WHAT YOU HAVE TO DO
Among the lines below, which ones contain the word "ReactNode"? Copy every such line.

DATA SECTION
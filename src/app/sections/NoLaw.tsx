import { unitOf } from "../../core/unitText.ts";
import { formatPosition, withUnit } from "../../figures/formatNumber.ts";
import type { WorkspaceChange } from "../../sheet/workspace.ts";
import type { CaseView } from "../session/caseView.ts";
import { CaseMark } from "./CaseMark.tsx";

/** A case without a law: what would give it one, as actions. The reason is in the finding above. */
export function NoLaw({ view, onChange }: { view: CaseView; onChange: (change: WorkspaceChange) => void }) {
  const { decay, stations, of, id } = view;
  if (decay === null || decay.law !== null || stations.length < 3) return null;
  const [first, last] = [stations[0].x, stations[stations.length - 1].x];
  const { fit } = of.sheet;
  const narrowed = fit.window !== "auto" && (fit.window[0] > first || fit.window[1] < last);
  return (
    <p className="no-law">
      <CaseMark mark={view.mark} /> {view.name}:
      {narrowed && (
        <button
          type="button"
          className="action"
          onClick={() => onChange({ kind: "set-window", caseId: id, window: [first, last] })}
        >
          Widen the window to {formatPosition(first)} to{" "}
          {withUnit(formatPosition(last), unitOf("L", of.sheet.units))}
        </button>
      )}
      {fit.x0 === null && (
        <button
          type="button"
          className="action"
          onClick={() => onChange({ kind: "hold-origin", caseId: id, x0: 0 })}
        >
          Hold the origin at zero
        </button>
      )}
      {fit.n === null && (
        <button
          type="button"
          className="action"
          onClick={() => onChange({ kind: "hold-exponent", caseId: id, n: 1.2 })}
        >
          Hold <i className="sym">n</i> at 6/5
        </button>
      )}
    </p>
  );
}
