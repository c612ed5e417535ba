import type { StationResult } from "../../core/stationResult.ts";
import type { CaseView } from "../session/caseView.ts";

/** The time after which a case's records are steady, from their beginning, and the station that takes longest. */
export interface StartUpOffer {
  readonly time: number;
  readonly station: StationResult;
}

/**
 * What the checks propose to leave out of a case's records; null where every record begins as it goes on, and while
 * they are reduced anew.
 */
export function startUpOffer({ stations, of, work }: CaseView): StartUpOffer | null {
  if (work !== null) return null;
  const found = stations.flatMap((station) => {
    const flag = station.flags.find(({ code }) => code === "start-up");
    // told from the first sample kept: what is left out already comes before it
    return flag?.value === undefined ? [] : [{ time: roundUp(of.sheet.startup + flag.value), station }];
  });
  return found.length === 0 ? null : found.reduce((a, b) => (b.time > a.time ? b : a));
}

/** Three digits are enough for a time to leave out; never less than what was found. */
function roundUp(time: number): number {
  const unit = 10 ** (Math.floor(Math.log10(time)) - 2);
  return Number((Math.ceil(time / unit - 1e-9) * unit).toPrecision(12));
}
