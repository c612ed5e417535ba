import type { ReactNode } from "react";
import { labelOf } from "../../core/catalogue.ts";
import { withReference } from "../../core/symbolRuns.ts";
import { unitOf } from "../../core/unitText.ts";
import type { CaseView } from "../session/caseView.ts";
import { Definition } from "./Definition.tsx";
import { SymbolText } from "./SymbolText.tsx";

/** The heads of n and x0, each over its value and interval. */
export function PairHeads({ view, first, last }: { view: CaseView; first: ReactNode; last?: ReactNode }) {
  const key = view.along === "t" ? "t0" : "x0";
  const unit = unitOf(view.along === "t" ? "T" : "L", view.units);
  return (
    <thead>
      <tr>
        <th scope="col" className="text">
          {first}
        </th>
        <th scope="colgroup" colSpan={2}>
          <Definition of="n">
            <SymbolText runs={labelOf("n").symbol} />
          </Definition>
        </th>
        <th scope="colgroup" colSpan={2}>
          <Definition of={key}>
            <SymbolText runs={labelOf(key).symbol} />
            {view.length === null ? unit !== "" && ` (${unit})` : " in multiples of "}
            {view.length !== null && <SymbolText runs={withReference([{ text: "ℓ" }], view.symbol)} />}
          </Definition>
        </th>
        {last !== undefined && (
          <th scope="col" className="text">
            {last}
          </th>
        )}
      </tr>
    </thead>
  );
}
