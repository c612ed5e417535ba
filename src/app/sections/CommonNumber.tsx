import type { ReactNode } from "react";
import type { CaseSheet } from "../../sheet/caseSheet.ts";
import { NumberField } from "./NumberField.tsx";

/** A number of several cases at once; where they differ the field is empty and says so. */
export function CommonNumber({
  label,
  unit,
  above,
  least,
  of,
  sheets,
  onChange,
}: {
  label: ReactNode;
  unit: string;
  above?: number;
  least?: number;
  of: (sheet: CaseSheet) => number | null;
  sheets: readonly CaseSheet[];
  onChange: (value: number | null) => void;
}) {
  const [first, ...others] = sheets.map(of);
  const agree = others.every((other) => other === first);
  return (
    <NumberField
      label={label}
      unit={unit}
      {...(above === undefined ? {} : { above })}
      {...(least === undefined ? {} : { least })}
      value={agree ? first : null}
      placeholder={agree ? "not given" : "they differ"}
      onChange={onChange}
    />
  );
}
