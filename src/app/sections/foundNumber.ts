import type { DecayResult } from "../../core/decayResult.ts";
import type { Quantity } from "../../core/quantity.ts";
import type { StationResult } from "../../core/stationResult.ts";
import type { CaseView } from "../session/caseView.ts";

/** Where a number comes from: a station, or the fit of a case. */
export type FoundNumber =
  | { readonly kind: "station"; readonly view: CaseView; readonly station: StationResult }
  | { readonly kind: "decay"; readonly view: CaseView; readonly decay: DecayResult };

/** The station or the fit that holds this very quantity; null where it was made on the page. */
export function foundNumber(cases: readonly CaseView[], quantity: Quantity): FoundNumber | null {
  for (const view of cases) {
    const { decay } = view;
    if (decay && inFit(decay).includes(quantity)) return { kind: "decay", view, decay };
    for (const station of view.stations)
      if (Object.values(station).includes(quantity) || Object.values(station.routes).includes(quantity))
        return { kind: "station", view, station };
  }
  return null;
}

function inFit(decay: DecayResult): readonly Quantity[] {
  const { n, x0, A, given_window, lambda_route, epsilon_route, growth } = decay;
  return [n, x0, A, growth.m, ...[given_window, lambda_route, epsilon_route].flatMap((of) => [of.n, of.x0])];
}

WRITTEN SOLUTION
import type { ReactNode } from "react";
export function PairHeads({ view, first, last }: { view: CaseView; first: ReactNode; last?: ReactNode }) {
import type { ReactNode } from "react";
  label: ReactNode;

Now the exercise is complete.